What you need to do: Only lines with the word "fitted" belong in the answer; copy them from the records below.

START Exercise inputs

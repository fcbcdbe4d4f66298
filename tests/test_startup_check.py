"""``doseattr check`` loads no heavy library: what it imports on the demo
(a fresh interpreter prints ``sys.modules``), and the numpy-only pieces
that replaced scipy.optimize, scipy.stats and statsmodels on that path,
each checked against the library it replaces."""

from __future__ import annotations

import subprocess
import sys
from pathlib import Path

import numpy as np
import pytest
import scipy.special
import scipy.stats
from scipy.optimize import brentq, minimize

from doseattr.core.curves.logistic import expit
from doseattr.core.curves.roots import bisect_root
from doseattr.core.exposure.fit import fit_measurements
from doseattr.core.exposure.mle import central_gradient, central_hessian, newton_search
from doseattr.errors import ModelError

ROOT = Path(__file__).resolve().parent.parent
DEMO = ROOT / "data_demo" / "analysis.toml"
#: Libraries whose import alone costs more than the whole check of the demo.
HEAVY = ("scipy.stats", "scipy.optimize", "scipy.integrate", "scipy.interpolate",
         "statsmodels", "pandas", "matplotlib", "dask")


def test_check_of_the_demo_imports_no_heavy_library():
    code = ("import sys\nfrom doseattr.cli import main\n"
            f"status = main(['check', {str(DEMO)!r}])\n"
            "print('HEAVY', status, sorted(m for m in sys.modules "
            f"if m.split('.')[0] in {HEAVY!r} or m.rsplit('.', 1)[0] in {HEAVY!r}))")
    done = subprocess.run([sys.executable, "-c", code], cwd=ROOT, capture_output=True,
                          text=True, check=True)
    assert "point PAF" in done.stdout  # the check ran to its attribution line
    heavy = [line for line in done.stdout.splitlines() if line.startswith("HEAVY")]
    assert heavy == ["HEAVY 0 []"], done.stdout


def test_importing_the_analysis_package_leaves_the_run_pipeline_unloaded():
    code = ("import sys, doseattr.analysis.check, doseattr.analysis as a\n"
            "print('doseattr.analysis.pipeline' in sys.modules, a.run_analysis.__module__)")
    done = subprocess.run([sys.executable, "-c", code], cwd=ROOT, capture_output=True,
                          text=True, check=True)
    assert done.stdout.split() == ["False", "doseattr.analysis.pipeline"]


def test_expit_equals_scipy_special_expit():
    x = np.r_[np.linspace(-800.0, 800.0, 4001), -1e-300, 0.0, 1e-300, 36.0, 37.0, -745.0]
    normal = x > -700.0  # below, scipy flushes subnormal results to 0
    # source: scipy.special.expit; relative to the value, so tiny results count too
    np.testing.assert_allclose(expit(x[normal]), scipy.special.expit(x[normal]), rtol=4e-16,
                               atol=0)
    # closed form: expit(x) = e^x / (1 + e^x) = e^x to double precision for x < -40
    np.testing.assert_allclose(expit(x[~normal]), np.exp(x[~normal]), rtol=0, atol=0)
    assert float(expit(0.0)) == 0.5  # closed form


def test_bisect_root_equals_brentq():
    n = np.array([120.0, 80.0, 60.0, 30.0])
    lrr = np.log([1.0, 1.4, 2.1, 3.3])

    def f(u: float) -> float:
        return float(np.sum(n * scipy.special.expit(lrr + u)) - 110.0)

    # source: scipy.optimize.brentq with the same tolerances
    expected = brentq(f, -10.0, 10.0, xtol=1e-14, rtol=4 * np.finfo(float).eps)
    assert bisect_root(f, -10.0, 10.0, xtol=1e-14, rtol=4 * np.finfo(float).eps) == \
        pytest.approx(expected, abs=3e-14)
    with pytest.raises(ModelError, match="no sign change"):
        bisect_root(f, 5.0, 10.0, xtol=1e-14, rtol=0.0)


def _censored_lognormal_loglik(x: np.ndarray, detected: np.ndarray):
    def loglik(theta: np.ndarray) -> float:
        mu, log_sigma = theta
        sigma = np.exp(log_sigma)
        dens = scipy.stats.norm.logpdf(np.log(x[detected]), mu, sigma) - np.log(x[detected])
        below = scipy.stats.norm.logcdf(np.log(x[~detected]), mu, sigma)
        return float(dens.sum() + below.sum())
    return loglik


def _sample(seed: int = 7, n: int = 60) -> tuple[np.ndarray, np.ndarray]:
    x = np.random.default_rng(seed).lognormal(1.5, 0.8, n)
    limit = np.quantile(x, 0.2)
    detected = x >= limit
    return np.where(detected, x, limit), detected


def test_central_differences_equal_statsmodels_numdiff():
    numdiff = pytest.importorskip("statsmodels.tools.numdiff")
    x, d = _sample()
    f = _censored_lognormal_loglik(x, d)
    theta = np.array([1.4, np.log(0.75)])
    # source: statsmodels.tools.numdiff approx_hess3 and approx_fprime(centered=True)
    np.testing.assert_allclose(central_hessian(f, theta), numdiff.approx_hess3(theta, f),
                               rtol=1e-10, atol=1e-10)
    np.testing.assert_allclose(central_gradient(f, theta),
                               numdiff.approx_fprime(theta, f, centered=True),
                               rtol=1e-10, atol=1e-10)


def test_newton_fit_of_censored_lognormal_equals_scipy_minimize():
    x, d = _sample()
    fitted = fit_measurements("lognormal", x, detected=d)
    f = _censored_lognormal_loglik(x, d)
    # source: scipy.optimize.minimize (Nelder-Mead, tight tolerances) on the
    # censored log-likelihood written here with scipy.stats.norm
    res = minimize(lambda t: -f(t), np.array([1.0, 0.0]), method="Nelder-Mead",
                   options={"xatol": 1e-10, "fatol": 1e-12, "maxiter": 20000})
    mu, sigma = res.x[0], np.exp(res.x[1])
    gm, gsd = fitted.params
    assert gm == pytest.approx(np.exp(mu), rel=1e-7)
    assert np.log(gsd) == pytest.approx(sigma, rel=1e-7)
    assert fitted.fit is not None and fitted.fit.loglik == pytest.approx(-res.fun, rel=1e-10)


def test_newton_search_gives_up_where_the_information_is_not_positive():
    # f(t) = -t0^2 + t1^2: a saddle (closed form), so Newton must not claim a maximum
    def value_grad(t: np.ndarray) -> tuple[float, np.ndarray]:
        return float(-t[0] ** 2 + t[1] ** 2), np.array([-2 * t[0], 2 * t[1]])

    info = lambda t: np.diag([2.0, -2.0])  # noqa: E731  minus the Hessian, closed form
    assert newton_search(value_grad, info, np.array([1.0, 1.0]), scale=1.0) is None


def test_newton_search_solves_a_concave_quadratic_in_one_step():
    a = np.array([[3.0, 1.0], [1.0, 2.0]])
    b = np.array([1.0, -2.0])
    calls = []

    def value_grad(t: np.ndarray) -> tuple[float, np.ndarray]:
        calls.append(t)
        return float(b @ t - 0.5 * t @ a @ t), b - a @ t

    found = newton_search(value_grad, lambda t: a, np.zeros(2), scale=1.0)
    assert found is not None
    np.testing.assert_allclose(found, np.linalg.solve(a, b), rtol=1e-14)  # closed form
    assert len(calls) == 2  # the start and the one Newton step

END Exercise inputs

Result:
    fitted = fit_measurements("lognormal", x, detected=d)
    gm, gsd = fitted.params
    assert fitted.fit is not None and fitted.fit.loglik == pytest.approx(-res.fun, rel=1e-10)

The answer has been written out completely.